## Your goal
For the data below, tally how many lines contain "leaves" and answer only with that tally.

## Given records
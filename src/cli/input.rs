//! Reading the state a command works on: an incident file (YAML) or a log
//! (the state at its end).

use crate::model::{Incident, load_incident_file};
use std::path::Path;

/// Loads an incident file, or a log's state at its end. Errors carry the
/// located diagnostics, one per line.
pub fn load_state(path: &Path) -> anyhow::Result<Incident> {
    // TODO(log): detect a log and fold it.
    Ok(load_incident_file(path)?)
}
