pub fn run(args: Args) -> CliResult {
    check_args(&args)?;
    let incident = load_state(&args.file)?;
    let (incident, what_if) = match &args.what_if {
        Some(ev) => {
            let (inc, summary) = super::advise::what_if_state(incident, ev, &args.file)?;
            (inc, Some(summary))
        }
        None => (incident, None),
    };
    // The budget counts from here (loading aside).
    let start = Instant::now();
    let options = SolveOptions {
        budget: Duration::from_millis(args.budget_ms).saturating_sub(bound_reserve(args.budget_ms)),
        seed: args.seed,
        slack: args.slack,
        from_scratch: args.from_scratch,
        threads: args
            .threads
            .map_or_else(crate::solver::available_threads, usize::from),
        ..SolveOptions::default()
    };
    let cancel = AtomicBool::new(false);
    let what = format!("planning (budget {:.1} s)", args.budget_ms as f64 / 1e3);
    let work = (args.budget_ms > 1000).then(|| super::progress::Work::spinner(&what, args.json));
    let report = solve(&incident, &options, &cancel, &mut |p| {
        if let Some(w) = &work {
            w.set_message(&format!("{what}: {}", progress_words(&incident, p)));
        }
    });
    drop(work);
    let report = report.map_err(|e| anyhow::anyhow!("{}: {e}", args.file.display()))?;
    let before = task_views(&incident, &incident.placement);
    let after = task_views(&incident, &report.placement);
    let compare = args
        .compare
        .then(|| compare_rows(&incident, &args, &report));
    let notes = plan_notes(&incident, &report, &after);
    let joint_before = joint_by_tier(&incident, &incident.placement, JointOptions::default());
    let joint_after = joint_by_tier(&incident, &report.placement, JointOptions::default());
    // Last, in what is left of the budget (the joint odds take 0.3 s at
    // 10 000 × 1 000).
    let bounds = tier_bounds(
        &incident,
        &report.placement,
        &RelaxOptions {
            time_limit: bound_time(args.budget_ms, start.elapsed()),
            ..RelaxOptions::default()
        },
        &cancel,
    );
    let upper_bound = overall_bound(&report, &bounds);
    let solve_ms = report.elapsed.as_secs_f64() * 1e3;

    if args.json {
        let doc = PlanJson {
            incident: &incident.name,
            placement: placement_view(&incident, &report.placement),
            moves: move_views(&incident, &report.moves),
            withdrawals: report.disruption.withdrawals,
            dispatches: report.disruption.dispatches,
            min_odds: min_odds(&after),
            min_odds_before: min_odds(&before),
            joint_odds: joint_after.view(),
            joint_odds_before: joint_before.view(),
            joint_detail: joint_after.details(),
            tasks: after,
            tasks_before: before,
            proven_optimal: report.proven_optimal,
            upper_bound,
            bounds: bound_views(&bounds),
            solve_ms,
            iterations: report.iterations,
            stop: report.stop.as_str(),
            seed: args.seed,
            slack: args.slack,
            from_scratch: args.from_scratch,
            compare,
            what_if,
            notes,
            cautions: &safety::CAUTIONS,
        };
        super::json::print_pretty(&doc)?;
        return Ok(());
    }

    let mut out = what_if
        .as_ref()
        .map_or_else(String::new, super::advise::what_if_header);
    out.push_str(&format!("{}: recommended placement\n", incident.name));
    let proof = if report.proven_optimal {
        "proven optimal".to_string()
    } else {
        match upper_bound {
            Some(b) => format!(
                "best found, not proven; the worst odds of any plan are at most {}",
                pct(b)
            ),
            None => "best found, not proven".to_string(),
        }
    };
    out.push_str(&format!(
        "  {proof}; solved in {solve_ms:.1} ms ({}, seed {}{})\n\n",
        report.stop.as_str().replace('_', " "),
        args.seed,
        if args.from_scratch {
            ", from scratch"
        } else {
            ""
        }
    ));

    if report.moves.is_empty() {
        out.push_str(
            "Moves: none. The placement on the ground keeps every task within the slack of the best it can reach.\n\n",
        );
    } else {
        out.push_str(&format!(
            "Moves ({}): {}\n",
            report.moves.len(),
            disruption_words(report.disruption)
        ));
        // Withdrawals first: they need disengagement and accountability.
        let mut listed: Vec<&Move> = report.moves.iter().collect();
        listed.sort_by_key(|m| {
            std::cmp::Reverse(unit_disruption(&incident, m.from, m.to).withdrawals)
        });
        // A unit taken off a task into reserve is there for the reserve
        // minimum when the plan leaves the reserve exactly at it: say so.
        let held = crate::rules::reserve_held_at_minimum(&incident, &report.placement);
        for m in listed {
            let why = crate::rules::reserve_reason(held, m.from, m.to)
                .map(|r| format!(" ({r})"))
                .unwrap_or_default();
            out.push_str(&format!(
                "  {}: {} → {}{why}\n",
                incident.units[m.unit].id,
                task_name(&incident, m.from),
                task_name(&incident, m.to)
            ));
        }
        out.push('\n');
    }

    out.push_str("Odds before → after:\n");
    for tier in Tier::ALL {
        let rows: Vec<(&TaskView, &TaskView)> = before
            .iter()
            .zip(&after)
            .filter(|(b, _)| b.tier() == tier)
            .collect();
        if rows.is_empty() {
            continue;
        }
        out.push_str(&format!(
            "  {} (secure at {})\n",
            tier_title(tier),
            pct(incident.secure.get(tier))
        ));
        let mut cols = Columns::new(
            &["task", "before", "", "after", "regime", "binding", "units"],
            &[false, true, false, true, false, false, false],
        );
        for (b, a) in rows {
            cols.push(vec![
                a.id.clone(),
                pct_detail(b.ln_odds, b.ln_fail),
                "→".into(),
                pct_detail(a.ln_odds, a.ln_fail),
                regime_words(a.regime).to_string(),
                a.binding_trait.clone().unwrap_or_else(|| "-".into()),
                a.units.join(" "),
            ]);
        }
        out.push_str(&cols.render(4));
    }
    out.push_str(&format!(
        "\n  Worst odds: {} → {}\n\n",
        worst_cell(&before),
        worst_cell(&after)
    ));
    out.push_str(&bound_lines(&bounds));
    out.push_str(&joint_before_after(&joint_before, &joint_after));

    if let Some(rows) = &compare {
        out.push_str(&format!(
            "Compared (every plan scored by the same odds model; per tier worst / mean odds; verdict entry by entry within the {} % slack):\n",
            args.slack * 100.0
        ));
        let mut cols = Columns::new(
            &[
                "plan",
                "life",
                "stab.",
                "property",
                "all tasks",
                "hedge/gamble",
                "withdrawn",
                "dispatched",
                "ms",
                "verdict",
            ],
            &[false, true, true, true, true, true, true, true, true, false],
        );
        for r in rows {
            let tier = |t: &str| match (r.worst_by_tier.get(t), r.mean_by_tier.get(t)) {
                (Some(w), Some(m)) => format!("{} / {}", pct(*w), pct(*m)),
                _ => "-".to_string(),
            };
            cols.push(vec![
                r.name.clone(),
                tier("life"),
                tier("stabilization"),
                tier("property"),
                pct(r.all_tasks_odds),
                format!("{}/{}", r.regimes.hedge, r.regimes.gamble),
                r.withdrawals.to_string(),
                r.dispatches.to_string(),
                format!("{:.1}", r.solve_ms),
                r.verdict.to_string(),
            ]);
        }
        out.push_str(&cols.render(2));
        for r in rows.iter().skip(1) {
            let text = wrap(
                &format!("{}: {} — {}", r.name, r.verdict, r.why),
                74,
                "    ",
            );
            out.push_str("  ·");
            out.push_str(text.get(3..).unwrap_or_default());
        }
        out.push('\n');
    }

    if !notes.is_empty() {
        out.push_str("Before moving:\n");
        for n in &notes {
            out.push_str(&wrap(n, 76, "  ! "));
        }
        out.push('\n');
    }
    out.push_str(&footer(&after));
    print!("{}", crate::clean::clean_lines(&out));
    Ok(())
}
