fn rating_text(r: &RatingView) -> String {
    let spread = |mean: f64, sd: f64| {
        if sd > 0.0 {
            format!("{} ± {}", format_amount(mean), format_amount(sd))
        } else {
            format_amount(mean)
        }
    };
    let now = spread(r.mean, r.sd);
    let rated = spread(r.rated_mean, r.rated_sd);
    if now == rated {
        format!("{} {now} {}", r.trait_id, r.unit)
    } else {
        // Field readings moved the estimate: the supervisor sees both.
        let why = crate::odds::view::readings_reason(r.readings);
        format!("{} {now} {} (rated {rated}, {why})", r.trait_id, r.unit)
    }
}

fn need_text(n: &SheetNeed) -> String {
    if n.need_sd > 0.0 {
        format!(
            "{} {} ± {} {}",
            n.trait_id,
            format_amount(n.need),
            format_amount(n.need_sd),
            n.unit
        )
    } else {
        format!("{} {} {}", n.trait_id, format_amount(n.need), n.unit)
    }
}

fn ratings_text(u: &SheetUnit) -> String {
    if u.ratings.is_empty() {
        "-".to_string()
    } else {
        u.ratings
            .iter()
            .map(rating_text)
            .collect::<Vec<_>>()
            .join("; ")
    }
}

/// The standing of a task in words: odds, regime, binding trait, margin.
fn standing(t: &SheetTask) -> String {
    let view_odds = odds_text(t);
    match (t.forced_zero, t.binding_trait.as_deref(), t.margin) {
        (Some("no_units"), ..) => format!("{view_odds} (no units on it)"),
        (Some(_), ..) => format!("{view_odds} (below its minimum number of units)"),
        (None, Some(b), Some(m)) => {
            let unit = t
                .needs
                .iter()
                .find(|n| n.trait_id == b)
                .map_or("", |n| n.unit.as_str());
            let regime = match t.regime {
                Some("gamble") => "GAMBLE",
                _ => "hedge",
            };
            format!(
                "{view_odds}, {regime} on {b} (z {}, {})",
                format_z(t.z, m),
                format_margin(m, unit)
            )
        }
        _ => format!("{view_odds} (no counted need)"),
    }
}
==
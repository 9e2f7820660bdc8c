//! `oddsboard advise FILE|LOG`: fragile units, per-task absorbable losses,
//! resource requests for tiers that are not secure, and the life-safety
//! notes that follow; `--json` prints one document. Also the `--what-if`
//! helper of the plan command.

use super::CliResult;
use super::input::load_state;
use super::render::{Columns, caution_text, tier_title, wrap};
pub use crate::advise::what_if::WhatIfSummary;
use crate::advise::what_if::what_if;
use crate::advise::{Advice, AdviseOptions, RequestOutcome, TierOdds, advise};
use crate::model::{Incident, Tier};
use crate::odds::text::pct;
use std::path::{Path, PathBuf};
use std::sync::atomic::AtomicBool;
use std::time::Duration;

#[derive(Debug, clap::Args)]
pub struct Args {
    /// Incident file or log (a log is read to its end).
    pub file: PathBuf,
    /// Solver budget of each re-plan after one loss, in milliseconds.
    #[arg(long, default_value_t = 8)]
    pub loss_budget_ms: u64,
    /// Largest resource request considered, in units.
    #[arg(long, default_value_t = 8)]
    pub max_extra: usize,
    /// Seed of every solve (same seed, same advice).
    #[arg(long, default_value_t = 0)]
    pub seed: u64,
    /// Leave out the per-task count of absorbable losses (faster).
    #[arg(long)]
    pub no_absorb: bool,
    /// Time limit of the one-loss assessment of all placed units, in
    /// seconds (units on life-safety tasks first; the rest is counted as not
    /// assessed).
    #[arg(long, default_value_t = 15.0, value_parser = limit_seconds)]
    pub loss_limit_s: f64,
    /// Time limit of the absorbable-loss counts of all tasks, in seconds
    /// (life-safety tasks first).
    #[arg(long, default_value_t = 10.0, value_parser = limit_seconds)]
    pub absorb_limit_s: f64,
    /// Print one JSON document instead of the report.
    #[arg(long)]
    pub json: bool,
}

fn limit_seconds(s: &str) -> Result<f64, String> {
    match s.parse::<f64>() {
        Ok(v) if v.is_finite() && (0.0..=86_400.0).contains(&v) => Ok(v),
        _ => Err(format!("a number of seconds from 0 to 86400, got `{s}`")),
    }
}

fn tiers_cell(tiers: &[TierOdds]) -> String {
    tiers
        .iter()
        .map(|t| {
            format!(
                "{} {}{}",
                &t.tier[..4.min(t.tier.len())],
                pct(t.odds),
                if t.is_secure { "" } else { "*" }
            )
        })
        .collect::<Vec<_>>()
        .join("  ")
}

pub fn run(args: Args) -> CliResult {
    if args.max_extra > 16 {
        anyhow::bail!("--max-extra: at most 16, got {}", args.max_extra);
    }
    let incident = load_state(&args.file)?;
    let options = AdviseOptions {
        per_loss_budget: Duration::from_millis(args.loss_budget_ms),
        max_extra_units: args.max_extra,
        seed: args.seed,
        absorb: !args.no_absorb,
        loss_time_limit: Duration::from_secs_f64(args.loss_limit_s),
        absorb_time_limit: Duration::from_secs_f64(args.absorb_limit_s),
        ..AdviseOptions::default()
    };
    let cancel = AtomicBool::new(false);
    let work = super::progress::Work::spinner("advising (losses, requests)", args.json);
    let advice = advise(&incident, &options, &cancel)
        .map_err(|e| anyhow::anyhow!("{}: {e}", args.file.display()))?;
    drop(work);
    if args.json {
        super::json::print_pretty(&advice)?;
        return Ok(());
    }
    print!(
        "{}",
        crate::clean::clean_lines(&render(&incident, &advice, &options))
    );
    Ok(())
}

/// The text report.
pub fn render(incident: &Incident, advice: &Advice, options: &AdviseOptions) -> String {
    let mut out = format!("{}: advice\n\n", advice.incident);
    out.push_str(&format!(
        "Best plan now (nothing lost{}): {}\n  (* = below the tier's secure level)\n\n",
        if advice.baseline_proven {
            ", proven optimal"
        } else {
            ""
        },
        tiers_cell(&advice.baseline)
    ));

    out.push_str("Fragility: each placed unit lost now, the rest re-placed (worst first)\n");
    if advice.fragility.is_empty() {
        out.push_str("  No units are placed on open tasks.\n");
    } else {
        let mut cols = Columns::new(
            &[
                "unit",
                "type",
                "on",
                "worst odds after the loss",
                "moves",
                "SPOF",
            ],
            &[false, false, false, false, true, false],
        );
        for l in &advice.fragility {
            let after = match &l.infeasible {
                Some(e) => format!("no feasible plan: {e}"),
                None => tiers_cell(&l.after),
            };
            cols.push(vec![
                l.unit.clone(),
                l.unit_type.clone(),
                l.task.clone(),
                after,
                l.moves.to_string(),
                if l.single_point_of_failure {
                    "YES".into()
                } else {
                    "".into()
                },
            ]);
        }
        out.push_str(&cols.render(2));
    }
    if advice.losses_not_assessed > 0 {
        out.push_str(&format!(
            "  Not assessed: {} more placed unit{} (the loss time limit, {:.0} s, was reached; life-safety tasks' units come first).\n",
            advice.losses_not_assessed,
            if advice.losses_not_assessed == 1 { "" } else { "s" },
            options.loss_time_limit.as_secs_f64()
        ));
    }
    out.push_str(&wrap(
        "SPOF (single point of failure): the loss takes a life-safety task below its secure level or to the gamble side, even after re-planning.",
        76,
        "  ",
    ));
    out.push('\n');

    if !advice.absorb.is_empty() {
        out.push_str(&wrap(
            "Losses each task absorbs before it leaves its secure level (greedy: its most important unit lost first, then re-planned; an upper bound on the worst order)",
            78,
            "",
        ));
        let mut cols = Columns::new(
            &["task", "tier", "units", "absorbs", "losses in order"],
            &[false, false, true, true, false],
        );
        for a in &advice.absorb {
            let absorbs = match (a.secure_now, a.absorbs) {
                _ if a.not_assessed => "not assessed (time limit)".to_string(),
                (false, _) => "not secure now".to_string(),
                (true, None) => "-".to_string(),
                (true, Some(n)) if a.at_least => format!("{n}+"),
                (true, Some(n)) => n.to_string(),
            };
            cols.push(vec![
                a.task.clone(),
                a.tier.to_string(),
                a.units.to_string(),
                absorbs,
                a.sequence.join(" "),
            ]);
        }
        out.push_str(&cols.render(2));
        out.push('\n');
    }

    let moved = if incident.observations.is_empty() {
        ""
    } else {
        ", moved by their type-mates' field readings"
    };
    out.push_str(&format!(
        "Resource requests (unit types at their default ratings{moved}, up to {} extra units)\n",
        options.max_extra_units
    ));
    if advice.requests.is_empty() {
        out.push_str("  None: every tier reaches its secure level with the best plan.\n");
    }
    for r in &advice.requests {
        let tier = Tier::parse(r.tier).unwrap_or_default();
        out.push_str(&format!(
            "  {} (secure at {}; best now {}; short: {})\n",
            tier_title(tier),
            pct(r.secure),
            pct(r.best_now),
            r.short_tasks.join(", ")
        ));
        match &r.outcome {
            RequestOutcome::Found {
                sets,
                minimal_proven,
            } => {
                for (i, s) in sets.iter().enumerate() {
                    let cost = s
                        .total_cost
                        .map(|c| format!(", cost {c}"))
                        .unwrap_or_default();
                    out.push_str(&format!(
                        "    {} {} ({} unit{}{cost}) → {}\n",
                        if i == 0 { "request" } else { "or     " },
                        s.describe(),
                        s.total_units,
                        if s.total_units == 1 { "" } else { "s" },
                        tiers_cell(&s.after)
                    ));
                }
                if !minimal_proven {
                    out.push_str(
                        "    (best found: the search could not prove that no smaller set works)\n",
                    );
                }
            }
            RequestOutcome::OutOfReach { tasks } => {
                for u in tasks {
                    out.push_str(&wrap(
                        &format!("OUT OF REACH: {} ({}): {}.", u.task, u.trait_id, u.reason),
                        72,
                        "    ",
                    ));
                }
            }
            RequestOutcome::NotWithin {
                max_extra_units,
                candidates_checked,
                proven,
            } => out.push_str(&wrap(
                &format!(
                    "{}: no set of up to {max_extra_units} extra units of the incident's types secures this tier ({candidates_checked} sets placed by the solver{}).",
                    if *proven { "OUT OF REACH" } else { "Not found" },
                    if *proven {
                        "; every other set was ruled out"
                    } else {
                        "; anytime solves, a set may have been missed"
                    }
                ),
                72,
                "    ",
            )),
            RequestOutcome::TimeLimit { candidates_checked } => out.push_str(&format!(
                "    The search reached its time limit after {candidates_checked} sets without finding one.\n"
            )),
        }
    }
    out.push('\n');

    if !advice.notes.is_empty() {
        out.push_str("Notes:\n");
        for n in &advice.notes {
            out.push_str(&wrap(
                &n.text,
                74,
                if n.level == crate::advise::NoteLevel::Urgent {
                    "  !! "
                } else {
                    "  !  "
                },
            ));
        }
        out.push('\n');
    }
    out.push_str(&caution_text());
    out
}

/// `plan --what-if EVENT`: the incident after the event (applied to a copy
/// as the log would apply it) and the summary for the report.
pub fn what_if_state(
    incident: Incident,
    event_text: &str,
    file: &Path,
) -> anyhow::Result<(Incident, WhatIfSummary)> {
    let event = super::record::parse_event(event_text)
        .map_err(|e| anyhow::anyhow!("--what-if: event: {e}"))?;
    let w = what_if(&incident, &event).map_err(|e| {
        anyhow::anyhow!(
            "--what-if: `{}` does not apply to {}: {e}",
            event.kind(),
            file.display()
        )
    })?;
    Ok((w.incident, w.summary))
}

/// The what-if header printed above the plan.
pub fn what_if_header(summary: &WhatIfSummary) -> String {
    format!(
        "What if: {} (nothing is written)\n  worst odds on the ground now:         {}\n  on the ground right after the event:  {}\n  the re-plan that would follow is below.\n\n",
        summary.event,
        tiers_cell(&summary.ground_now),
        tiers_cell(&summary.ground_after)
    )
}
...
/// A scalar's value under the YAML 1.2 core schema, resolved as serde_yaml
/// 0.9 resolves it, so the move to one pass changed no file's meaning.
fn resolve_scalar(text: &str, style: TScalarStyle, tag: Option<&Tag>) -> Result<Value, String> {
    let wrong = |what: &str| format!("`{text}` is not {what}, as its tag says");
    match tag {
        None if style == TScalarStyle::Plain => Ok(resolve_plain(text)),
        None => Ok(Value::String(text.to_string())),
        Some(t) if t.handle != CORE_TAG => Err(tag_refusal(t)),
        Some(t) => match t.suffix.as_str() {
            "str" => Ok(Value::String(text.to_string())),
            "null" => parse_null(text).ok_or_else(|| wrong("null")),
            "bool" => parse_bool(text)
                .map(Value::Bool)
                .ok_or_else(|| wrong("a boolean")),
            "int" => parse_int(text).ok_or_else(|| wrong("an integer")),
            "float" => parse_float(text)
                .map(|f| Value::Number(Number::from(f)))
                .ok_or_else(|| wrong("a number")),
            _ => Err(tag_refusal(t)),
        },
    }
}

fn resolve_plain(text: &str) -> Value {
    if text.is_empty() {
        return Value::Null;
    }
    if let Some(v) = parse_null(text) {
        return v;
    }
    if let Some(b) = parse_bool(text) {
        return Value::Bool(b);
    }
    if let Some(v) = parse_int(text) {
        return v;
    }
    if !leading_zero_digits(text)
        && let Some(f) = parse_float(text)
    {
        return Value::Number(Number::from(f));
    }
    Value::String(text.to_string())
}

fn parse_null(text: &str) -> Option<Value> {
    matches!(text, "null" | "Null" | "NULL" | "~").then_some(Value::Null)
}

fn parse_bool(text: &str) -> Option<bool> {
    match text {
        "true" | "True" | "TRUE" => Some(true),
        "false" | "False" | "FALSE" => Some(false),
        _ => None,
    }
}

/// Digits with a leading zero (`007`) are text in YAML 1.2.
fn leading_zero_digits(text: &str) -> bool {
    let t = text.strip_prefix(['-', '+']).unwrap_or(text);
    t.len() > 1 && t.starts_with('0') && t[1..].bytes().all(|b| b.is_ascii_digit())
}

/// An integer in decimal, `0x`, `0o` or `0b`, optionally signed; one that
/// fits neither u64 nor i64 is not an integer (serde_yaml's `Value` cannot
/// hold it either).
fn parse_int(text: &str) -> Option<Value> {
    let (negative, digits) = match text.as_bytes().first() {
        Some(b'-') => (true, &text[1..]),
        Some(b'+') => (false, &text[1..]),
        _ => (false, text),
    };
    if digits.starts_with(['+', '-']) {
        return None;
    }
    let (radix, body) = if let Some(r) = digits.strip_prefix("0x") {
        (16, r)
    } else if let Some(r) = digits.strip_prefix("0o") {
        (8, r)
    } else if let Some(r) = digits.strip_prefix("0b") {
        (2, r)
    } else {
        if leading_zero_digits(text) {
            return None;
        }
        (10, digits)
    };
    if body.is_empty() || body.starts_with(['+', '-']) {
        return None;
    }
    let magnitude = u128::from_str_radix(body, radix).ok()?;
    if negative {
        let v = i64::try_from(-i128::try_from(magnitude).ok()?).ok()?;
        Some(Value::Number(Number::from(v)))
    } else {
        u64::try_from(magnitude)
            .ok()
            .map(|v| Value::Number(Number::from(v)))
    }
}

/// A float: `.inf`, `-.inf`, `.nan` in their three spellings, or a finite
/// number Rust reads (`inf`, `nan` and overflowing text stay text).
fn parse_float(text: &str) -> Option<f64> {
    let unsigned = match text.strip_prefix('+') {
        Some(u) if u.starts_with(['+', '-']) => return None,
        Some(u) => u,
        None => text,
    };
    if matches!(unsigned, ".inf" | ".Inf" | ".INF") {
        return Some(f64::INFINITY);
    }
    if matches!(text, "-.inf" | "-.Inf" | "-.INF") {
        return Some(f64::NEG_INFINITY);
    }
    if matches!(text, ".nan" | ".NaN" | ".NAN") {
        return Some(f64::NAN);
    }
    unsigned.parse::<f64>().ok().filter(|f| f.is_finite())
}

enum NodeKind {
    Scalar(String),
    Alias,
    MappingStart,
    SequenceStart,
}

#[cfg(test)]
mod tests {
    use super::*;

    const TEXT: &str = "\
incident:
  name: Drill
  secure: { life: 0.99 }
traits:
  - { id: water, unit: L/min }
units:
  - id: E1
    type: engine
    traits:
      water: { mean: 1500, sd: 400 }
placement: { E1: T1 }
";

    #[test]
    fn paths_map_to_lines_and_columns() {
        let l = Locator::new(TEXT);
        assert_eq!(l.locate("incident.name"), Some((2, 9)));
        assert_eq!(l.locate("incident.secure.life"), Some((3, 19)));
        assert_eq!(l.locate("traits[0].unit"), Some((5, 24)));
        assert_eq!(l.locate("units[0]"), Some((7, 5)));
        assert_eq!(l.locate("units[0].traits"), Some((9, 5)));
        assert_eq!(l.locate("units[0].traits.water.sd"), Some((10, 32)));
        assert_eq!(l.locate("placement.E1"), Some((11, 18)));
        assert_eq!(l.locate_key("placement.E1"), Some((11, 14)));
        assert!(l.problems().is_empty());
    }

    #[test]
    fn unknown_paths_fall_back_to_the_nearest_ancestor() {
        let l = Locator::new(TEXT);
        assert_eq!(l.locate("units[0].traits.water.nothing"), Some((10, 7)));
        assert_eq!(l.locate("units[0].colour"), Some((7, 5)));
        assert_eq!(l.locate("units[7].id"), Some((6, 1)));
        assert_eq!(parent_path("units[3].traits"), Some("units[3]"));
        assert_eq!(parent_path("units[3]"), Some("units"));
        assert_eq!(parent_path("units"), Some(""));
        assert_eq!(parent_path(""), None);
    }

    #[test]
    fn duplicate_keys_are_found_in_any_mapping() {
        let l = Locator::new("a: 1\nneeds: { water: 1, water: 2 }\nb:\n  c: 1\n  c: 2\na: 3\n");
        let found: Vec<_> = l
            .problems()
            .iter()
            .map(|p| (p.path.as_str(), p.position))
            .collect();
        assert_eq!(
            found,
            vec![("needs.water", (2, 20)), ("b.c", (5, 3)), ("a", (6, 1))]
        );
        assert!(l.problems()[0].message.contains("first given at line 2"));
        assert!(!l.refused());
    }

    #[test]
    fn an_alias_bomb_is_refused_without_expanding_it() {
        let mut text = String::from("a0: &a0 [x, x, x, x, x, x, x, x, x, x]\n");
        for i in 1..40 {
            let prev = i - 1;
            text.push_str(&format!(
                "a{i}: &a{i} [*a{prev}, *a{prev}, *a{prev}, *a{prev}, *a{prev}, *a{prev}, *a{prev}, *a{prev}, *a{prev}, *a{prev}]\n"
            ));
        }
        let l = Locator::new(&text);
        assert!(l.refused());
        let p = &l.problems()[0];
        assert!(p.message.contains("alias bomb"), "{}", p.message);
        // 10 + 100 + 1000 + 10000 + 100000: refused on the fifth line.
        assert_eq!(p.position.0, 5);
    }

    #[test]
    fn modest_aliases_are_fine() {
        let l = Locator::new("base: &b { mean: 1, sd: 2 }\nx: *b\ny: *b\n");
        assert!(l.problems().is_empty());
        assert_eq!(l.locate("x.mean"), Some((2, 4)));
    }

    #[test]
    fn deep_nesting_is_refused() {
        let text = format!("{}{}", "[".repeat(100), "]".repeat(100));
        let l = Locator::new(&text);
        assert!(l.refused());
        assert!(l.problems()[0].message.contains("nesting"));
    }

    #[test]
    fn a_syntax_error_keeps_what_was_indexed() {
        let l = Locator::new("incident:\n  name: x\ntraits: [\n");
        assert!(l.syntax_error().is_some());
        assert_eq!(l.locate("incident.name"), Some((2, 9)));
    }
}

## Response
2